Relativistic Hydrodynamics in Close Binary Systems: Analysis of Neutron-Star Collapse
Abstract
We discuss the underlying relativistic physics which causes neutron stars to compress and collapse in close binary systems as has recently been observed in numerical (3+1) dimensional general relativistic hydrodynamic simulations. We show that compression is driven by velocity-dependent relativistic hydrodynamic terms which describe the response of the stars to their orbital motion against the curved space-time of the system. We present numerical and analytic results which confirm that such terms are insignificant for uniform translation or when the hydrodynamics is constrained to rigid corotation. However, when the hydrodynamics is unconstrained, the neutron star fluid relaxes to a compressed nonsynchronized state of almost no net intrinsic spin. We also show that tidal decompression is much less than the velocity-dependent compression.

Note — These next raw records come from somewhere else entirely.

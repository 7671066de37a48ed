using UnitVent.Charting.Fields;

namespace UnitVent.Charting.Projections;

/// <summary>APRV settings that are considered, not set; what is null stays as it is. Limits are those of a setting change.</summary>
public sealed record ProposedSettings
{
    /// <summary>Gets P high in cmH2O.</summary>
    [Field("P high")]
    public decimal? PHighCmH2O { get; init; }

    /// <summary>Gets P low in cmH2O.</summary>
    [Field("P low")]
    public decimal? PLowCmH2O { get; init; }

    /// <summary>Gets T high in s.</summary>
    [Field("T high")]
    public decimal? THighS { get; init; }

    /// <summary>Gets T low in s.</summary>
    [Field("T low")]
    public decimal? TLowS { get; init; }

    /// <summary>Gets how much lower P high is at each stage of a step-down, cmH2O; 2 when null.</summary>
    [Number("Step", 0.5, 5, Unit = "cmH2O", Decimals = 1)]
    public decimal? StepCmH2O { get; init; }

    /// <summary>Gets how much longer T high is at each stage of a step-down, s; 1 when null.</summary>
    [Number("Stretch", 0, 5, Unit = "s", Decimals = 1)]
    public decimal? StretchS { get; init; }
}
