using UnitVent.Charting.Checking;
using UnitVent.Charting.Entries;
using UnitVent.Charting.Pictures;
using UnitVent.Charting.Results;
using UnitVent.Charting.Wording;
using UnitVent.Physiology;

namespace UnitVent.Charting.Projections;

/// <summary>Answers what settings that are considered would do (A16, A17).</summary>
public static class Projector
{
    private const double UsualStepCmH2O = 2; // Crit Care Med 2005;33(3 Suppl):S228-S240, from memory: 2–3
    private const double UsualStretchS = 1;

    private static readonly string[] Assumptions =
    [
        "One lung with one time constant; no recruitment and no collapse by the change.",
        "Carbon dioxide output, dead space and own breathing stay as they are.",
        "Dead space of a breath is taken as 2.2 mL per kg of predicted body weight (from memory); the band takes 0.7 to 1.3 times that.",
        "A new balance needs up to an hour; a gas then tells.",
    ];

    /// <summary>What follows from settings that are considered.</summary>
    /// <param name="picture">The patient.</param>
    /// <param name="proposed">What would change.</param>
    /// <returns>The projection, with refusals inside when PaCO2 cannot be projected; refused when the settings themselves cannot be.</returns>
    public static Result<Projection> Of(PatientPicture picture, ProposedSettings proposed)
    {
        if (picture.Settings is not { Body: { Mode: VentilationMode.Aprv } present })
        {
            return Result<Projection>.Refused(Refusal.Conflict, "", "mode", "Not defined in this mode: only APRV has releases.");
        }

        var planned = present with
        {
            PHighCmH2O = proposed.PHighCmH2O ?? present.PHighCmH2O,
            PLowCmH2O = proposed.PLowCmH2O ?? present.PLowCmH2O,
            THighS = proposed.THighS ?? present.THighS,
            TLowS = proposed.TLowS ?? present.TLowS,
        };
        List<FieldError> errors = [.. FieldLimits.Verdict(proposed).Concat(FieldLimits.Verdict(planned)).Concat(SettingCheck.Verdict(planned, picture.Window)).Where(e => !e.IsAsk)];
        return errors.Count > 0 ? Result<Projection>.Refused(Refusal.Value, errors) : Result<Projection>.Of(Whole(picture, Aprv(present), Aprv(planned), proposed));
    }

    private static Projection Whole(PatientPicture picture, AprvSettings present, AprvSettings planned, ProposedSettings proposed)
    {
        List<string> refusals = [.. ClinicalRefusals.Of(picture)];
        var answer = refusals.Count == 0 ? Ask(picture, present, planned, refusals) : null;
        return new(
            Release(present, answer?.Present),
            Release(planned, answer?.Planned),
            answer is null ? null : PaCO2(picture, answer.PaCO2),
            Held(present, planned),
            [.. StepDownSchedule
                .From(present, AirwayPressure.FromCmH2O((double?)proposed.StepCmH2O ?? UsualStepCmH2O), BreathTime.FromSeconds((double?)proposed.StretchS ?? UsualStretchS))
                .Select(s => new StepDownSetting(s.High.CmH2O, s.TimeHigh.Seconds, s.MeanPressure.CmH2O, s.Rate.PerMinute))],
            Assumptions,
            refusals);
    }

    private static ProjectedChange? Ask(PatientPicture picture, AprvSettings present, AprvSettings planned, List<string> refusals)
    {
        var reading = ProjectionReading.Of(picture, present);
        if (!reading.Succeeded)
        {
            refusals.AddRange(reading.Errors.Select(e => e.Message));
            return null;
        }

        try
        {
            var answer = AprvProjection.Project(reading.Value, planned);
            refusals.AddRange(answer.Refusals.Select(ProjectionWords.Of));
            if (answer.Change is { } change && ProjectionWords.OutsideWindow(picture, 100 * change.Planned.TerminationRatio) is { } outside)
            {
                refusals.Add(outside);
            }

            return refusals.Count == 0 ? answer.Change : null;
        }
        catch (ArgumentOutOfRangeException)
        {
            refusals.Add("Cannot be calculated from these values: one of them lies outside what the model is made for.");
            return null;
        }
    }

    private static ProjectedRelease Release(AprvSettings settings, ReleaseState? state) => new(
        MeanAirwayPressure.Aprv(settings.High, settings.Low, settings.TimeHigh, settings.TimeLow).CmH2O,
        ReleaseCycle.Rate(settings.TimeHigh, settings.TimeLow).PerMinute,
        state?.Volume.Millilitres,
        100 * state?.TerminationRatio,
        state?.AlveolarVentilation.LitresPerMinute);

    private static ProjectedPaCO2 PaCO2(PatientPicture picture, PaCO2Band band)
    {
        var now = ProjectionReading.PaCO2(picture.LatestGas!).MmHg;
        return new(now, band.Expected.MmHg, band.Lowest.MmHg, band.Highest.MmHg, band.WithoutOwnBreaths?.MmHg, ProjectionWords.Direction(now, band.Expected.MmHg));
    }

    private static HeldMean Held(AprvSettings present, AprvSettings planned)
    {
        var mean = MeanAirwayPressure.Aprv(present.High, present.Low, present.TimeHigh, present.TimeLow);
        if (!MeanPressureTrade.CanKeepMean(mean, planned.High, planned.Low, planned.TimeLow))
        {
            return new(mean.CmH2O, null, $"No T high keeps a mean pressure of {Numbers.Fixed(mean.CmH2O, 1)} cmH2O: P high is already at or below it, or would need more than 60 s.");
        }

        var time = MeanPressureTrade.TimeHigh(mean, planned.High, planned.Low, planned.TimeLow);
        return MeanPressureTrade.IsWithinLimits(time, planned.TimeLow)
            ? new(mean.CmH2O, time.Seconds, $"T high {Numbers.Fixed(time.Seconds, 1)} s would keep a mean pressure of {Numbers.Fixed(mean.CmH2O, 1)} cmH2O.")
            : new(mean.CmH2O, null, $"A mean pressure of {Numbers.Fixed(mean.CmH2O, 1)} cmH2O would need a T high of {Numbers.Fixed(time.Seconds, 1)} s: fewer than 5 releases a minute.");
    }

    private static AprvSettings Aprv(SettingChange settings) => new(
        AirwayPressure.FromCmH2O((double)settings.PHighCmH2O!),
        AirwayPressure.FromCmH2O((double)settings.PLowCmH2O!),
        BreathTime.FromSeconds((double)settings.THighS!),
        BreathTime.FromSeconds((double)settings.TLowS!));
}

This study explains why several recent attempts to analyze this effect with constrained hydrodynamics or an analysis of tidal forces do not observe compression. We show that the central density grows with spatial four velocity $\propto U^4$. Hence, this effect would not appear in a first post-Newtonian or weak-field expansion truncated at order $U^2\sim m/R$. The implication of this study is that the neutron-star compression effect has not yet been independently tested. An independent test of this effect ought to include unconstrained completely relativistic hydrodynamics.